### [Input records]
--

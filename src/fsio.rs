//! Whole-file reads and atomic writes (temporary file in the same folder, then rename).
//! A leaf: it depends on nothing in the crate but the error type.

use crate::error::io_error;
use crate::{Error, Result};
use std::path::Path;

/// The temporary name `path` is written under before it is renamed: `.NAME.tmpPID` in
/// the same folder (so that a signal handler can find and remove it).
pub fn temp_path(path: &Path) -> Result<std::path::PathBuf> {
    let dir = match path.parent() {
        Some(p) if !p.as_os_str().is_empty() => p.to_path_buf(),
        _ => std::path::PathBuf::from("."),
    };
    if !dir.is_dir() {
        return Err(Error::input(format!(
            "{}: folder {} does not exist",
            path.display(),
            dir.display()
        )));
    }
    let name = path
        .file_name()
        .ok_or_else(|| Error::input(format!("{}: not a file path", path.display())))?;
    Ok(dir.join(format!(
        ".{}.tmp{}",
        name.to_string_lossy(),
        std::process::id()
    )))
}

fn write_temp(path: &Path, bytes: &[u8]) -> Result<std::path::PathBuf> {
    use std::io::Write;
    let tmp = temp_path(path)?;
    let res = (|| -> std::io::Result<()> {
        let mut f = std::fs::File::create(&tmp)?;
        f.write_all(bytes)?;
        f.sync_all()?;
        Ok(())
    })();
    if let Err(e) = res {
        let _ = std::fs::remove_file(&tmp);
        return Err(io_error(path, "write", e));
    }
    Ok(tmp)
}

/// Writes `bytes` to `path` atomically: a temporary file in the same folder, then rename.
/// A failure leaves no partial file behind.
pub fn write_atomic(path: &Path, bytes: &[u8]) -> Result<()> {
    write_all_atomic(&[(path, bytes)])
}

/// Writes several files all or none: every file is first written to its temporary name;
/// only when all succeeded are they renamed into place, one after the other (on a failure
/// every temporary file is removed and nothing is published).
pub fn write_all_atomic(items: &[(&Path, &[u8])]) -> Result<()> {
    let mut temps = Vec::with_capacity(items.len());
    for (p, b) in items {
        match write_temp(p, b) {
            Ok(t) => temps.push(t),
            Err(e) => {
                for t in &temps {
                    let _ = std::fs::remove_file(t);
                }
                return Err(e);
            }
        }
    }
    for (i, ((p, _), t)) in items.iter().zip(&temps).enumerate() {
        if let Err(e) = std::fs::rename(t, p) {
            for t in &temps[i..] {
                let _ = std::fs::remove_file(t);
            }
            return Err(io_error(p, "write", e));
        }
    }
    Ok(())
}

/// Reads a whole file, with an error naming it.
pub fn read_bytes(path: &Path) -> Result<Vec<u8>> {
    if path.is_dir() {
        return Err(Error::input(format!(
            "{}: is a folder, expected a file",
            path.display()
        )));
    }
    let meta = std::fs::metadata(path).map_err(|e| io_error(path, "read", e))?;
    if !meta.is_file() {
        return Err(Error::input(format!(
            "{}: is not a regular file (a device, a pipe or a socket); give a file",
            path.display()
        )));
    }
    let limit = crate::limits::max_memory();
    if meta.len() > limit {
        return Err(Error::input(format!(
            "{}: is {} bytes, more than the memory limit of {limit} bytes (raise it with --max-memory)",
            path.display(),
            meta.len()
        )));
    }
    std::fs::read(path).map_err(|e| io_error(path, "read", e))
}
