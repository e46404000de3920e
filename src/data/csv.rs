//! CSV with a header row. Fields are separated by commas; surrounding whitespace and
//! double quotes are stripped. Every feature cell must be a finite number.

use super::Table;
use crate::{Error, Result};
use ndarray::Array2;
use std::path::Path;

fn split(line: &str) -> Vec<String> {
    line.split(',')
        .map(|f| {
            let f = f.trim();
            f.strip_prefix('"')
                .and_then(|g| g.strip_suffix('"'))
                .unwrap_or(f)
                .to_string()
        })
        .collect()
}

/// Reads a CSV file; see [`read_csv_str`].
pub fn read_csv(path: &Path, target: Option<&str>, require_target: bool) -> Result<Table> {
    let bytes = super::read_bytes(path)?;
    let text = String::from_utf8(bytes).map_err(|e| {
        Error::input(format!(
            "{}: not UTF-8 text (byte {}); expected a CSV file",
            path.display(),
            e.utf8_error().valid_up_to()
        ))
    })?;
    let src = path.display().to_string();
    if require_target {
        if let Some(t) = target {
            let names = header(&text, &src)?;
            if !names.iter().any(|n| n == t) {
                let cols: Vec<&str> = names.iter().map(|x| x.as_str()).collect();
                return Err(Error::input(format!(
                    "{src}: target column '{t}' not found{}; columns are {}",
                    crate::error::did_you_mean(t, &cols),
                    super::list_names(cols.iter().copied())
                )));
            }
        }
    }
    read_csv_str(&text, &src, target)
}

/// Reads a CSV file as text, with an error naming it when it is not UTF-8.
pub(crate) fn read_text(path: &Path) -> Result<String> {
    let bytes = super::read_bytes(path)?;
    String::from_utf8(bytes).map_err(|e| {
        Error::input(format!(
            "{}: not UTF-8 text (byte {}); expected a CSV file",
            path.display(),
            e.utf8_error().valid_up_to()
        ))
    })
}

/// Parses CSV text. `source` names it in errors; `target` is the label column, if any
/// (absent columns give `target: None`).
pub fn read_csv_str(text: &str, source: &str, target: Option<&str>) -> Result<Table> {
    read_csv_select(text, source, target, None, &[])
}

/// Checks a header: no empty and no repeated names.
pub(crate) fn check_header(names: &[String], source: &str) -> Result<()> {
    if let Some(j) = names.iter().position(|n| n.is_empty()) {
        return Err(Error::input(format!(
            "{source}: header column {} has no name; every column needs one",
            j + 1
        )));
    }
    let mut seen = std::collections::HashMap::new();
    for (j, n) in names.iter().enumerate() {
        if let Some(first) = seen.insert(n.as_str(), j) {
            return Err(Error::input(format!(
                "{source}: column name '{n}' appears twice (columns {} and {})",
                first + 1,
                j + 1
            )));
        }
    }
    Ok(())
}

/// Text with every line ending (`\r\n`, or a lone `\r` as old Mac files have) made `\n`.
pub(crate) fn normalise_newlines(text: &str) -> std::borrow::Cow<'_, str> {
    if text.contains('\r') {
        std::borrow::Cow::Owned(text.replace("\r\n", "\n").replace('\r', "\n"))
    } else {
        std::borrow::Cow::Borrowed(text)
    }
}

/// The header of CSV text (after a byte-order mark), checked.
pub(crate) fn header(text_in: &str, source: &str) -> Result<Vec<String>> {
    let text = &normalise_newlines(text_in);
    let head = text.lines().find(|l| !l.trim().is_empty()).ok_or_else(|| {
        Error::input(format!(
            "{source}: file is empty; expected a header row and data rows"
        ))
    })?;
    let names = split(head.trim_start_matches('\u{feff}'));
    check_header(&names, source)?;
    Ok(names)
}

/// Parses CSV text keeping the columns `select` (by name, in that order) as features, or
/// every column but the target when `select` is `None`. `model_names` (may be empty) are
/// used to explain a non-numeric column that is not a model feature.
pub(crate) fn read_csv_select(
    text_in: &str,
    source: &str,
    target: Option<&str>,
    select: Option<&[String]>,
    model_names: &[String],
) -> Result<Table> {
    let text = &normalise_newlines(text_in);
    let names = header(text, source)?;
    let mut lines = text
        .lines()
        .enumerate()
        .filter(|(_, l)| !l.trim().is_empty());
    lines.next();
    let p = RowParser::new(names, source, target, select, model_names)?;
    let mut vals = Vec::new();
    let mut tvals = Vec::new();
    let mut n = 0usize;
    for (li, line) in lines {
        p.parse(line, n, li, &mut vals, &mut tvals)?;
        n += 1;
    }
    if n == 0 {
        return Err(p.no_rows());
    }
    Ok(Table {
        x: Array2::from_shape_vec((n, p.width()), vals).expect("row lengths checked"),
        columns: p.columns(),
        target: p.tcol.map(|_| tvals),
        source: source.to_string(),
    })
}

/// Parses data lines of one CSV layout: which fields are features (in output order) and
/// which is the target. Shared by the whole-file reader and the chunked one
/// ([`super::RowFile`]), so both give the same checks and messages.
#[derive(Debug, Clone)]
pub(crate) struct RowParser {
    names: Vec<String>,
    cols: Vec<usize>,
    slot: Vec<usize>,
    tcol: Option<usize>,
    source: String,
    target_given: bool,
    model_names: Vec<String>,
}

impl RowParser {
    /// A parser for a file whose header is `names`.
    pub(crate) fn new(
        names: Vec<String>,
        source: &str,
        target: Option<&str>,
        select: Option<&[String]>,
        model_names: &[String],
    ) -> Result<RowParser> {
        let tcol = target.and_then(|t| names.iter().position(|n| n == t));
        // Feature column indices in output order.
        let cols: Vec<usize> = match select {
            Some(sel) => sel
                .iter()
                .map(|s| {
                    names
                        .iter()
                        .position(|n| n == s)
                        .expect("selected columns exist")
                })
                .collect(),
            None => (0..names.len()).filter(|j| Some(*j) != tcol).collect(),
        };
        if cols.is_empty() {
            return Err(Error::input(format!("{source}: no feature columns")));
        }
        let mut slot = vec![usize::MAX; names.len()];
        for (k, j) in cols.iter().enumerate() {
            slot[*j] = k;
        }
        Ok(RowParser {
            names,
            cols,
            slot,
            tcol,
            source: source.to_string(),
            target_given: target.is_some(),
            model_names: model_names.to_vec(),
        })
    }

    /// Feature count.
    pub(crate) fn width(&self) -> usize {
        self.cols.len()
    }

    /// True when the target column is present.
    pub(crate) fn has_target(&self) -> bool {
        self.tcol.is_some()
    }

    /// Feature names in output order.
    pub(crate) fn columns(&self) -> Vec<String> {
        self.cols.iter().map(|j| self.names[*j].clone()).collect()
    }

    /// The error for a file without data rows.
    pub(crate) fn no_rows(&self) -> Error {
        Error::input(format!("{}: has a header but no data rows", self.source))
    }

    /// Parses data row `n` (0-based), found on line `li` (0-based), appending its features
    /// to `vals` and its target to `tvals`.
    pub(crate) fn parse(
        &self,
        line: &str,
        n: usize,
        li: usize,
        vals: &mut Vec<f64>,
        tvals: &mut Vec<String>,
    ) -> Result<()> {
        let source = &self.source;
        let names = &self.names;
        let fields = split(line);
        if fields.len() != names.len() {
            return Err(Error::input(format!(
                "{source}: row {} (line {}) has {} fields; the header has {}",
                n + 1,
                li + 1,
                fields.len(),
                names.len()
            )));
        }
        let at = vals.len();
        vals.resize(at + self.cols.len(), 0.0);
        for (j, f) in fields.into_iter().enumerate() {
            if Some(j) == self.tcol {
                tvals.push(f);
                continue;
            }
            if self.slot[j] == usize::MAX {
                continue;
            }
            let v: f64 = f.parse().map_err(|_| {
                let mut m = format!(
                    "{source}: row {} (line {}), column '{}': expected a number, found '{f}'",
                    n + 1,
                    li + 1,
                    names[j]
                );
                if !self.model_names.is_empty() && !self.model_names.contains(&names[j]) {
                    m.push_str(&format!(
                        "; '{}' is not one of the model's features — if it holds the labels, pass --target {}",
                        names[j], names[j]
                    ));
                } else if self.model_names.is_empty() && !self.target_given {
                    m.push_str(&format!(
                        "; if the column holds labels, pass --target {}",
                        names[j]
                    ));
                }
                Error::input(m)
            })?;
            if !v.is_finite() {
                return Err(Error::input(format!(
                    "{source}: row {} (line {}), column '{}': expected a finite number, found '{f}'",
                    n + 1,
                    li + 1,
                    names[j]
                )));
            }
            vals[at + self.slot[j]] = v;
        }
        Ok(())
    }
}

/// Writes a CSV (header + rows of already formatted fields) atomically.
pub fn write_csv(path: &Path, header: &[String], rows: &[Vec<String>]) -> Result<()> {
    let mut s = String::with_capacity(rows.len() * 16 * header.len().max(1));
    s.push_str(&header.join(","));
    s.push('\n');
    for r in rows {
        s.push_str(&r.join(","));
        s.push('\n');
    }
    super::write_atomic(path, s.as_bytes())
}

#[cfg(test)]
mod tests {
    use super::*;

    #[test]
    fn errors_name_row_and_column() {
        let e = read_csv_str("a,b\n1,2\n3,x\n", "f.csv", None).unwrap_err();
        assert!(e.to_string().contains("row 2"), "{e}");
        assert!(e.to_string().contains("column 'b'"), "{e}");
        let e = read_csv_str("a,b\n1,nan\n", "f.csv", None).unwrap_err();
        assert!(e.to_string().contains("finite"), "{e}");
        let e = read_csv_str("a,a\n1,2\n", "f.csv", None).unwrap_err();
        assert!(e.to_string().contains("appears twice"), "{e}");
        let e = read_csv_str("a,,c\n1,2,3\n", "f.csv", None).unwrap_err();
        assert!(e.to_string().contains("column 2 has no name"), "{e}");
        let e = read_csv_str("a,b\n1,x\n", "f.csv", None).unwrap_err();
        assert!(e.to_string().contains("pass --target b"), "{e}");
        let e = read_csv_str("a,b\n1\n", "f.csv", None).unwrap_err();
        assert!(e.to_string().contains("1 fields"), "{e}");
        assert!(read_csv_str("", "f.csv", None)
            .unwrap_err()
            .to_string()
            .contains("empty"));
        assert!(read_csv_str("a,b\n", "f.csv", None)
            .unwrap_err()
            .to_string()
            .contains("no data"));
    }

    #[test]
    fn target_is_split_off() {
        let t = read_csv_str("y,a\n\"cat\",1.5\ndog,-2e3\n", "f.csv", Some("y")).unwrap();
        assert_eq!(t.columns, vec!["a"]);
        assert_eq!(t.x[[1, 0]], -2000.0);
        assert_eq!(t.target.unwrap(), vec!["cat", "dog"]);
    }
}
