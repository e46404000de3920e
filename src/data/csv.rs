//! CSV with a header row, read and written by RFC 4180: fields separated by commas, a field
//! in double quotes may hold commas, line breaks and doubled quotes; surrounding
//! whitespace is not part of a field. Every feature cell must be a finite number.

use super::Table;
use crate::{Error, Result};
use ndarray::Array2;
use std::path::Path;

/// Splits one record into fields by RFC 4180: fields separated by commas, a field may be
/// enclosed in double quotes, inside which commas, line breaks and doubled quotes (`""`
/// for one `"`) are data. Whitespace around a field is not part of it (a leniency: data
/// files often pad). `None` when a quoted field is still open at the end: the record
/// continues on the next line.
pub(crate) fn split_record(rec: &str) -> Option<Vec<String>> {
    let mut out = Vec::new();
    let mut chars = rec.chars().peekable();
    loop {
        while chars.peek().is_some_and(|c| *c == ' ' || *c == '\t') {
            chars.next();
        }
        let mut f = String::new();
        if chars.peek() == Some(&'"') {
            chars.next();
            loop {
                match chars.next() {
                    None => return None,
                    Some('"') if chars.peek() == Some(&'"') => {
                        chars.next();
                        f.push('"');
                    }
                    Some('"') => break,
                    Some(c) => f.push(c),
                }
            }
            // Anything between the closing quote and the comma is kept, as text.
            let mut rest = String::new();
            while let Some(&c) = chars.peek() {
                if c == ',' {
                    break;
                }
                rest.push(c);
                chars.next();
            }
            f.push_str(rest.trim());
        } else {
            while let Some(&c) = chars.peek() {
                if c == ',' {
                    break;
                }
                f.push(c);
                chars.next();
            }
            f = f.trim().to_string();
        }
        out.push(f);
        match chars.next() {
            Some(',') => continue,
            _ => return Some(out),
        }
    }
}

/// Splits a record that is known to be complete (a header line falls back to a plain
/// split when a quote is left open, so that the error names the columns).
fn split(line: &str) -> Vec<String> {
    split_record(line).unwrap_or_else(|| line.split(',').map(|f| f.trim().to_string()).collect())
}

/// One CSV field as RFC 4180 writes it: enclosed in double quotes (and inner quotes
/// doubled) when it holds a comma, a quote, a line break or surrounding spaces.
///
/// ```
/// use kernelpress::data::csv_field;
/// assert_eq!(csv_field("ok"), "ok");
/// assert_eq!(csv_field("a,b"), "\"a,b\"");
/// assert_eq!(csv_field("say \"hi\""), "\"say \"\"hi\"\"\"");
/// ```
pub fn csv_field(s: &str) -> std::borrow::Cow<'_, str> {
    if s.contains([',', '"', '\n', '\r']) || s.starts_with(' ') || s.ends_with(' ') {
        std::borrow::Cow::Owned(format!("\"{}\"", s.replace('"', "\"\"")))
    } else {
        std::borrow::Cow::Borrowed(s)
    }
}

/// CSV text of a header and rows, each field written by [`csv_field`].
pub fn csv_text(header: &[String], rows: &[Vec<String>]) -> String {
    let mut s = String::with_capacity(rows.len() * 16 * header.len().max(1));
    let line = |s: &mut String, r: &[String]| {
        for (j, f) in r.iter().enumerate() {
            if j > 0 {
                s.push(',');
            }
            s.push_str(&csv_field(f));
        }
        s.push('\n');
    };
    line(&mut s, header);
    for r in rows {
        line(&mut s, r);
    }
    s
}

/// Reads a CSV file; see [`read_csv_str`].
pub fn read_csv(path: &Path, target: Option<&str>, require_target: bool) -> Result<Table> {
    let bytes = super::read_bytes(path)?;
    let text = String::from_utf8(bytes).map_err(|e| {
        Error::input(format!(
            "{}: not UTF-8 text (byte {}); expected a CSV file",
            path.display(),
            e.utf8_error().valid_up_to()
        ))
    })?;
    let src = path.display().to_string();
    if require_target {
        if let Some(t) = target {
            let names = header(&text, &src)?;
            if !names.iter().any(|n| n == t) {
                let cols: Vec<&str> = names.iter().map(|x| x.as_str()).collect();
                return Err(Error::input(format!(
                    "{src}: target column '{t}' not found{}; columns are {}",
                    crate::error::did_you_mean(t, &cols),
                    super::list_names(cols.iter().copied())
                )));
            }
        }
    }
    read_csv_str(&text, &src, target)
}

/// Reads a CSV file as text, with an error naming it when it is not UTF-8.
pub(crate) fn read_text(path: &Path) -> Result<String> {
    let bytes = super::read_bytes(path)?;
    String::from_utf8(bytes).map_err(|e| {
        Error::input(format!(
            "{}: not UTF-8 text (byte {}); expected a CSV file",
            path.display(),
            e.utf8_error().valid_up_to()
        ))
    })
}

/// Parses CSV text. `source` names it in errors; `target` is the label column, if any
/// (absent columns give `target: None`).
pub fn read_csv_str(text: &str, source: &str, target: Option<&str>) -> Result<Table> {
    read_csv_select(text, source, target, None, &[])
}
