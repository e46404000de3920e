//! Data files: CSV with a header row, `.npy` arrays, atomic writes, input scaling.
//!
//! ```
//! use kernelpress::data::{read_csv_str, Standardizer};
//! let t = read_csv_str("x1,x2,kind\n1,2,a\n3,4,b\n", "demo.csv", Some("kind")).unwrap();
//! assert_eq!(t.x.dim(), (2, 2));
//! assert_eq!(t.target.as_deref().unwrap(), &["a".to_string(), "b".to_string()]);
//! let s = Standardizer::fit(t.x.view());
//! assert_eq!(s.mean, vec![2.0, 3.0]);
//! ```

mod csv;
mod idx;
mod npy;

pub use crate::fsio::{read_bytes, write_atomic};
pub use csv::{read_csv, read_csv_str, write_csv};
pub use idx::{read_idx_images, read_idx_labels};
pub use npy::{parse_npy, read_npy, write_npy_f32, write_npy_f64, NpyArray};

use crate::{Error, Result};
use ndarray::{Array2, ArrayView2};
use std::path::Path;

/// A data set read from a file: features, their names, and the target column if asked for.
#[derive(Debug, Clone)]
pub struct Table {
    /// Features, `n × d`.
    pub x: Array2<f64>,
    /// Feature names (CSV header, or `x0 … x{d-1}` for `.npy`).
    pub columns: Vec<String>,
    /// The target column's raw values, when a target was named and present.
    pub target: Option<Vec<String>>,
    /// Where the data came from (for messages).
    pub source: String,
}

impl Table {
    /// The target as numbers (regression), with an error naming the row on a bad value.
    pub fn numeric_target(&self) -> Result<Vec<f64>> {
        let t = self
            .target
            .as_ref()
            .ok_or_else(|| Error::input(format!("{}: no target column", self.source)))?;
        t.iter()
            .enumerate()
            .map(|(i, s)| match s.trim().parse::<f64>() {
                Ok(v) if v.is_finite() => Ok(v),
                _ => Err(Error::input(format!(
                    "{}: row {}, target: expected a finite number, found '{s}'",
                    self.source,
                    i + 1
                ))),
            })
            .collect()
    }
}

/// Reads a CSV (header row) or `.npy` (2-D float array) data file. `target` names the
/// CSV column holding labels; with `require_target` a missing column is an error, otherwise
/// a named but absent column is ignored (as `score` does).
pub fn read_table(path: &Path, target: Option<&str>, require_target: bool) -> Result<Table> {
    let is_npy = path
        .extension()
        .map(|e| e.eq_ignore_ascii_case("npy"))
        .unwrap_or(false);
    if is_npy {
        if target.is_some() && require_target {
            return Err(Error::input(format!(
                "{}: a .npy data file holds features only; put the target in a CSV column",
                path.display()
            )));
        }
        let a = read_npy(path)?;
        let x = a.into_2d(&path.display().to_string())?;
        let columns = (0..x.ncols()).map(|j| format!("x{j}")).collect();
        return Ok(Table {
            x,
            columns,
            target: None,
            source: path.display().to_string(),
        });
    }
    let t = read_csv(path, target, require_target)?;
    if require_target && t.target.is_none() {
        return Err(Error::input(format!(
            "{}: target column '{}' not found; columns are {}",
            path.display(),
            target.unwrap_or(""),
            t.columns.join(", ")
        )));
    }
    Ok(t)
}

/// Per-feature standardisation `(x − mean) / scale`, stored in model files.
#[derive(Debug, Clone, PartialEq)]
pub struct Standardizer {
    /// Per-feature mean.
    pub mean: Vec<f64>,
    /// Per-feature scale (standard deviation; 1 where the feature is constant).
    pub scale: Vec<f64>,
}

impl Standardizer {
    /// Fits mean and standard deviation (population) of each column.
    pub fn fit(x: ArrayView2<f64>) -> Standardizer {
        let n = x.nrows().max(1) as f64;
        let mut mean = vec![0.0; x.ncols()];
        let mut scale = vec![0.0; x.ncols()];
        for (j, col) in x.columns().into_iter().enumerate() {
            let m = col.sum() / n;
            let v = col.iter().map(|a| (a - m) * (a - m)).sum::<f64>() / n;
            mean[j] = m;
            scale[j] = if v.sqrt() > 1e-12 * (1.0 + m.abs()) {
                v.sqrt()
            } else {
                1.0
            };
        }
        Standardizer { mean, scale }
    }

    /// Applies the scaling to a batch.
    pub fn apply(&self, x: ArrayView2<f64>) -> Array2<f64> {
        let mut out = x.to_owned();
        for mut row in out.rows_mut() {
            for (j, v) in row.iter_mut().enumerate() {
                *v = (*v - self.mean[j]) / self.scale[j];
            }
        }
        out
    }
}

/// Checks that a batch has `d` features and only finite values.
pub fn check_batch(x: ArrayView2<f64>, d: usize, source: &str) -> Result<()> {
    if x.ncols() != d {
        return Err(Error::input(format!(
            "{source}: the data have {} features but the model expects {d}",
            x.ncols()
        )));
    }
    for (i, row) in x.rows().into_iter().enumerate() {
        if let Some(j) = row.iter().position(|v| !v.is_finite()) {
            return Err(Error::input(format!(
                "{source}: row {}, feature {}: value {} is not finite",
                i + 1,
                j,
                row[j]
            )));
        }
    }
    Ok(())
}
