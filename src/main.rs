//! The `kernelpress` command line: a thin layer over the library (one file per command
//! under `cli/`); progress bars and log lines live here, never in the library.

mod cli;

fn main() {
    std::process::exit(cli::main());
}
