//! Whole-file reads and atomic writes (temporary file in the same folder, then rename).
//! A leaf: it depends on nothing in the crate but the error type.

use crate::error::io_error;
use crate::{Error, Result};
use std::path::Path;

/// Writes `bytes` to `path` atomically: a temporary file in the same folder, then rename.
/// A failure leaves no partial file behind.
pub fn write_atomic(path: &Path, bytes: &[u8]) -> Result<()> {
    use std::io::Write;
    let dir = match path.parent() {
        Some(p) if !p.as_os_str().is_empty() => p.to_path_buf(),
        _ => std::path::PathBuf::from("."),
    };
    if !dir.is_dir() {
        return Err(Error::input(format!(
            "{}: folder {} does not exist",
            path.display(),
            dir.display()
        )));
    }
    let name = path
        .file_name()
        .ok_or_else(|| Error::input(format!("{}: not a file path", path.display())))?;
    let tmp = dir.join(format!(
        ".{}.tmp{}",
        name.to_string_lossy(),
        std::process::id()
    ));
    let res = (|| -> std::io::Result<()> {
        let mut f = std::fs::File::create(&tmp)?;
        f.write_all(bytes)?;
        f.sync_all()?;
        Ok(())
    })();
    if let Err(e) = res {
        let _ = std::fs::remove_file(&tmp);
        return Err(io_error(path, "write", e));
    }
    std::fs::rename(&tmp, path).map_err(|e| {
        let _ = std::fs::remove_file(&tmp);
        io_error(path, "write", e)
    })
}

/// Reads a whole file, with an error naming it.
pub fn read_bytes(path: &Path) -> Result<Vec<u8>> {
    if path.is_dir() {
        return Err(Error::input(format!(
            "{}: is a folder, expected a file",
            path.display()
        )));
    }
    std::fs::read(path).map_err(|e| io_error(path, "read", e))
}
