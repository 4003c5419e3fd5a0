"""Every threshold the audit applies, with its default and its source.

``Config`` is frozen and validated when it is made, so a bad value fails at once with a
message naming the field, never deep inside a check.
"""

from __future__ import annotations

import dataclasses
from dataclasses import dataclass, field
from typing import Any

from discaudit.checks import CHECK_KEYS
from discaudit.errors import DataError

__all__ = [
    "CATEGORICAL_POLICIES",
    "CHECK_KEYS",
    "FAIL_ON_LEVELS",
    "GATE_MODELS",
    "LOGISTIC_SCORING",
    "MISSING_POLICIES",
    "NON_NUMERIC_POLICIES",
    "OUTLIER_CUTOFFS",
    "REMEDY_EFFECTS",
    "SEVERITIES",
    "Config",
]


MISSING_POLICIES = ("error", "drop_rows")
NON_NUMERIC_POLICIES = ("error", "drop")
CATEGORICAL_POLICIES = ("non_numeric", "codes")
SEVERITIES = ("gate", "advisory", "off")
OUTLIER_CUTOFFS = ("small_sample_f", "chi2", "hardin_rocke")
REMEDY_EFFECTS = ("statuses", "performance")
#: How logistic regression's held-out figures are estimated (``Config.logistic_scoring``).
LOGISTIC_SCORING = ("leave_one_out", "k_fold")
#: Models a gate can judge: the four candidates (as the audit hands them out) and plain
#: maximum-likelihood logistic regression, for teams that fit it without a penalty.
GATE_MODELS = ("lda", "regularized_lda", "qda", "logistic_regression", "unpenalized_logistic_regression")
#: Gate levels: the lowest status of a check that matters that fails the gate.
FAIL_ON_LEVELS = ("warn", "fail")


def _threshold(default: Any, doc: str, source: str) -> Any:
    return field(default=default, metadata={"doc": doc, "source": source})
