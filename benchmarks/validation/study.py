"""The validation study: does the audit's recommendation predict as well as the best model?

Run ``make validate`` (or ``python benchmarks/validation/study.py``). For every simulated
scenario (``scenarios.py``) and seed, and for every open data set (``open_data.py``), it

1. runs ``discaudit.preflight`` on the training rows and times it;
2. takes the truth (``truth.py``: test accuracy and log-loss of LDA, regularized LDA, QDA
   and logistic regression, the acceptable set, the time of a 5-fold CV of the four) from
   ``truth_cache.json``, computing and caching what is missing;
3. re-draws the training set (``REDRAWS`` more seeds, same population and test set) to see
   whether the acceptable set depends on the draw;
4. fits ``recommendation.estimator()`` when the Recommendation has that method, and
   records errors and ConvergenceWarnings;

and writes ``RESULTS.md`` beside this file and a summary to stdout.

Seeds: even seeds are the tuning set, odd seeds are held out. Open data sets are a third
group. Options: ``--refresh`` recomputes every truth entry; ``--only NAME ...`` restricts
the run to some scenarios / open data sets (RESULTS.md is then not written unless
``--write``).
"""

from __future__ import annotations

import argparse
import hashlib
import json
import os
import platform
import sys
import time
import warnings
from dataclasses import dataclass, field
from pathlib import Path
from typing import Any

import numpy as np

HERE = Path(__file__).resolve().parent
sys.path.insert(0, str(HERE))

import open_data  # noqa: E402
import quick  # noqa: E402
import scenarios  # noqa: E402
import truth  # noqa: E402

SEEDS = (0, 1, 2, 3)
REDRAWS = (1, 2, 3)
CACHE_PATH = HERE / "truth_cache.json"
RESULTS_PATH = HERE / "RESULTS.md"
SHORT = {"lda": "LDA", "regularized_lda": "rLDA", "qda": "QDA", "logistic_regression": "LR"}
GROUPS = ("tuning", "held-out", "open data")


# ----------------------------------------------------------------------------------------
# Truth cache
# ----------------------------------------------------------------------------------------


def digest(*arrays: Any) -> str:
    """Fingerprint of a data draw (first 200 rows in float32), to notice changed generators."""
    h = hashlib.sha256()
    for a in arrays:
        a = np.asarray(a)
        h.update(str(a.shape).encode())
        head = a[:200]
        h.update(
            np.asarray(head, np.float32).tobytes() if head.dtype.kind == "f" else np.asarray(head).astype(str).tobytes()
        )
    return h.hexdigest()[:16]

--

### [Instructions to follow]
Return, in full, every line of these entries that holds "under".

### [Answer to this task]
/// The temporary name `path` is written under before it is renamed: `.NAME.tmpPID` in
//! under `cli/`); progress bars and log lines live here, never in the library.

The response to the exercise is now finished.